The Real Middle Earth identifies the Shire from the obvious – the various county ‘shires’ in the Midlands of England where Tolkien grew up, had family and lived - Oxfordshire, Warwickshire, Lancashire and the rest.  As a child Tolkien explored a rural area near Birmingham called Sarehole Mill, christening various hostile personages as ogres.  The huge rolling downs west of Oxford became Rohan, with White Horse Hill at the center.  Old Oxford itself, a city he taught in for 40 years, is theorized to be part of the model for the fortress city of Minas Tirith.  You could consider the "Eagle and Child" pub in Oxford as the real Prancing Pony.  The odd Anglo-Saxon names of towns and villages in this area inspired his naming of places like Bree in The Shire. 

Tolkien, as a too-young man in high-school, maintained that the ancient kingdom of Mercia located in this area should reject the Norman conquest of 1066, evidently preferring Anglo-Saxon settlers to Norman ones.  Saxons and Angles both migrated to Britain from Germany after the Roman’s left.  Their languages formed much of the basis of Old English and this was perhaps his attraction. 

The documentaries do not identify the woods that make appearances in the books, but Tolkien was a nature fan who rode bicycles and walked in rural areas on a regular basis. There are still forests scattered across the counties, and in the pre-WWII era there were more. He loved trees, as can be seen in his creation of the anti-industrial Ents who opposed the destruction of forests by Saruman for the making of weapons and armor. Castles in the area like Broughton and Warwick would also have been familiar.    

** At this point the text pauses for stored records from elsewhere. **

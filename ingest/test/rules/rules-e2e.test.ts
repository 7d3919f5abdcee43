import { ALERT_LABELS, type AlertKind, type OutgoingReading } from '@wellkept/core';
import {
  startMailCatcher,
  useTestDatabase,
  type CaughtMail,
  type MailCatcher,
} from '@wellkept/db/testing';
import type { MqttClient } from 'mqtt';
import { afterAll, beforeAll, describe, expect, it } from 'vitest';
import { connectGateway } from '../support/ingest-harness.js';
import { Homestead, type FaultWindow } from './support/homestead-series.js';
import { publishReadings } from './support/publish.js';
import {
  createCompany,
  createPerson,
  createSite,
  FakeClock,
  startRulesApp,
  type Person,
  type RulesApp,
  type TestSite,
} from './support/rules-harness.js';

/**
 * Every alert kind end to end: a simulated homestead per kind, each with its fault switched on
 * for a window, published through the real broker as a gateway would (QoS 1 SenML packs, a
 * backlog after an outage), the rules running on the commits and on the schedule with the
 * clock moved along the simulated days, and the mail read back from the catcher.
 */

const HOUR = 3600;
const database = useTestDatabase('rules_e2e');
// Midnight UTC (5 pm in the sites' Denver time) eight days ago: inside ingest's 30-day window.
const DAY0 = Math.floor(Date.now() / 86_400_000) * 86_400 - 8 * 86_400;
const clock = new FakeClock(DAY0 * 1000);

/** Each kind's fault window, in hours after DAY0 (see homestead-series.ts for the physics). */
const FAULTS: Record<AlertKind, [number, number]> = {
  water_low: [0, 40],
  low_charge: [26, 29],
  overnight_sag: [24, 38],
  float_stuck: [38, 41],
  dry_run: [40, 41],
  short_cycling: [40, 41],
  gateway_silent: [40, 41],
  no_charge: [41, 46],
};
const END_HOURS = 66;
const BACKFILL_HOURS = 20;
const CHUNK_SECONDS = 30 * 60;
const LEAD_IN_CHUNK_SECONDS = 2 * HOUR;

interface Simulated {
  kind: AlertKind;
  site: TestSite;
  owner: Person;
  sim: Homestead;
  client: MqttClient;
  backlog: OutgoingReading[];
}

let catcher: MailCatcher;
let rules: RulesApp;
let admin: Person;
let otherAdmin: Person;
let otherTechnician: Person;
let otherSite: Simulated;
const sims: Simulated[] = [];
const evaluations = new Map<string, number>();
let backfillEvaluations = 0;
let backfillPacks = 0;

async function simulated(
  companyId: string,
  kind: AlertKind | null,
  name: string,
  withOwner = true,
): Promise<Simulated> {
  const site = await createSite(database.db, companyId, { name });
  const owner = withOwner
    ? await createPerson(database.db, companyId, 'owner', {
        sites: [site.id],
        unitSystem: 'metric',
      })
    : { id: '', email: 'nobody@people.wellkept.test', name: '' };
  const faults: FaultWindow[] = kind
    ? [{ kind, startT: DAY0 + FAULTS[kind][0] * HOUR, endT: DAY0 + FAULTS[kind][1] * HOUR }]
    : [];
  const client = await connectGateway(rules.mqttUrl, site);
  return {
    kind: kind ?? 'gateway_silent',
    site,
    owner,
    sim: new Homestead(DAY0, { faults }),
    client,
    backlog: [],
  };
}

/**
 * Runs a site's simulation to `untilT` and publishes what its gateway would send by then, as one
 * pack (so the rules, which look at the clock, never see half a step). While the link is down
 * the gateway keeps its readings and sends them with the first pack after.
 */
async function runTo(s: Simulated, untilT: number): Promise<void> {
  const pack: OutgoingReading[] = [];
  while (s.sim.t < untilT) {
    const readings = s.sim.step();
    if (s.sim.fault('gateway_silent')) {
      s.backlog.push(...readings);
      continue;
    }
    pack.push(...s.backlog.splice(0), ...readings);
  }
  await publishReadings(s.client, s.site.gatewayId, pack);
}

beforeAll(async () => {
  catcher = await startMailCatcher();
  rules = await startRulesApp(database.url, catcher, {
    clock,
    rules: { debounceMs: 100, fullEveryMs: HOUR * 1000 },
  });
  const evaluate = rules.evaluation.evaluate.bind(rules.evaluation);
  rules.evaluation.evaluate = (siteId, kinds) => {
    evaluations.set(siteId, (evaluations.get(siteId) ?? 0) + 1);
    return evaluate(siteId, kinds);
  };
  const company = await createCompany(database.db, 'High Plains Water (test)');
  const other = await createCompany(database.db, 'River Bend Pumps (test)');
  admin = await createPerson(database.db, company.id, 'admin');
  otherAdmin = await createPerson(database.db, other.id, 'admin');
  otherTechnician = await createPerson(database.db, other.id, 'technician');
  for (const kind of Object.keys(FAULTS) as AlertKind[]) {
    sims.push(
      await simulated(company.id, kind, `Homestead with ${ALERT_LABELS[kind].toLowerCase()}`),
    );
  }
  otherSite = await simulated(other.id, null, 'Healthy homestead of another installer');

  // A site of a third installer (nobody to tell) receives a day of back-fill at once, 96
  // quarter-hour packs in flight together, as a gateway sends its store after an outage.
  const lonely = await createCompany(database.db, 'Nobody Listens (test)');
  const backfilled = await simulated(lonely.id, null, 'Back-filled homestead', false);
  clock.set((DAY0 + 24 * HOUR) * 1000);
  const packs: OutgoingReading[][] = [];
  while (backfilled.sim.t < DAY0 + 24 * HOUR) {
    const pack: OutgoingReading[] = [];
    for (let i = 0; i < 15; i++) pack.push(...backfilled.sim.step());
    packs.push(pack);
  }
  backfillPacks = packs.length;
  await Promise.all(
    packs.map((p) => publishReadings(backfilled.client, backfilled.site.gatewayId, p)),
  );
  await rules.scheduler.settled();
  backfillEvaluations = evaluations.get(backfilled.site.id) ?? 0;
  backfilled.client.end(true);
  await database.db.deleteFrom('gateways').where('site_id', '=', backfilled.site.id).execute();

  // The first hours in two-hour steps, then the days go by in half hours: the clock moves,
  // the gateways publish up to it, the debounced rules run on the commits, then the tick.
  for (
    let t = DAY0 + LEAD_IN_CHUNK_SECONDS;
    t <= DAY0 + BACKFILL_HOURS * HOUR;
    t += LEAD_IN_CHUNK_SECONDS
  ) {
    clock.set(t * 1000);
    await Promise.all([...sims, otherSite].map((s) => runTo(s, t)));
    await rules.scheduler.settled();
    await rules.scheduler.tick();
  }
  for (
    let t = DAY0 + BACKFILL_HOURS * HOUR + CHUNK_SECONDS;
    t <= DAY0 + END_HOURS * HOUR;
    t += CHUNK_SECONDS
  ) {
    clock.set(t * 1000);
    await Promise.all([...sims, otherSite].map((s) => runTo(s, t)));
    await rules.scheduler.settled();
    await rules.scheduler.tick();
  }
  await rules.notifier.sweep();
  await rules.sender.trigger();
  await new Promise((r) => setTimeout(r, 500));
}, 600_000);

afterAll(async () => {
  for (const s of [...sims, otherSite]) s?.client.end(true);
  await rules?.close();
  await catcher?.stop();
});

function mailsTo(all: CaughtMail[], p: Person): CaughtMail[] {
  return all.filter((m) => m.to.includes(p.email));
}

describe('alert kinds end to end', () => {
  it('coalesces a back-fill: a day in 96 packs costs a few evaluations, not one per pack', () => {
    expect(backfillPacks).toBe(96);
    expect(backfillEvaluations).toBeGreaterThanOrEqual(1);
    // Usually 2 to 4; the bound leaves room for a busy machine stretching the commits past the
    // debounce window, and still fails if each pack were evaluated on its own.
    expect(backfillEvaluations).toBeLessThanOrEqual(backfillPacks / 8);
  });

  for (const kind of Object.keys(FAULTS) as AlertKind[]) {
    it(`${kind}: opens once, clears when the fault ends, and mails owner and installer once each`, async () => {
      const s = sims.find((x) => x.kind === kind)!;
      const alerts = await database.db
        .selectFrom('alerts')
        .select(['id', 'kind', 'status', 'opened_at', 'cleared_at'])
        .where('site_id', '=', s.site.id)
        .execute();
      expect(alerts.map((a) => [a.kind, a.status])).toEqual([[kind, 'cleared']]);
      const alert = alerts[0]!;
      const [from, to] = FAULTS[kind];
      expect(alert.opened_at.getTime() / 1000).toBeGreaterThanOrEqual(DAY0 + from * HOUR);
      expect(alert.cleared_at!.getTime() / 1000).toBeGreaterThan(DAY0 + to * HOUR - HOUR);
      const events = await database.db
        .selectFrom('alert_events')
        .select('event')
        .where('alert_id', '=', alert.id)
        .orderBy('id')
        .execute();
      expect(events.map((e) => e.event)).toEqual(['opened', 'cleared']);

      const all = await catcher.messages();
      const label = ALERT_LABELS[kind];
      expect(mailsTo(all, s.owner).map((m) => m.subject)).toEqual([
        `${s.site.name}: ${label}`,
        `${s.site.name}: resolved - ${label}`,
      ]);
      const installer = mailsTo(all, admin).filter((m) => m.subject.includes(`${s.site.name}:`));
      expect(installer).toHaveLength(2);
      expect(installer[0]!.subject).toMatch(/^\[(watch|act)\] /);
      expect(installer[1]!.subject).toMatch(/^\[cleared\] /);
      expect(installer[0]!.text).toContain(`/sites/${s.site.id}`);
    });
  }

  it('tells nobody of another installer, and nothing about their healthy site', async () => {
    const all = await catcher.messages();
    expect(mailsTo(all, otherAdmin)).toEqual([]);
    expect(mailsTo(all, otherTechnician)).toEqual([]);
    expect(mailsTo(all, otherSite.owner)).toEqual([]);
    const alerts = await database.db
      .selectFrom('alerts')
      .select('id')
      .where('site_id', '=', otherSite.site.id)
      .execute();
    expect(alerts).toEqual([]);
    // Every message went to company X's admin or an owner of one of its sites.
    const allowed = new Set([admin.email, ...sims.map((s) => s.owner.email)]);
    expect(all.every((m) => m.to.every((a) => allowed.has(a)))).toBe(true);
    expect(all).toHaveLength(8 * 4);
  });
});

Tolkien actually didn’t travel much, except in his philology and in his imagination. He was first a philologist – a linguistic collector of words and etymologies.  He created the Elvish language out of a combination of Finnish and Welsh – two close-by but absolutely foreign languages to him.  He also deeply explored Old Norse.  But most importantly, he ‘traveled’ to Europe in his 20s to fight in WW1.  His experience on the bloody Somme in France as a young man made him turn to writing, trying poetry first.  He explicitly said that the Dead Marshes were from his experience in that war.  Mordor, with its foul odors, smoky air, violence and general desolation is sourced to the broken battlefields of the Somme too. Above all, the Lord of the Rings is a war story inspired by the rejection of power, which is the goal of inter-imperialist and inter-capitalist wars like WWI and WWII.  The ring of power must be destroyed... and who is tasked with destroying it?  Who can we trust?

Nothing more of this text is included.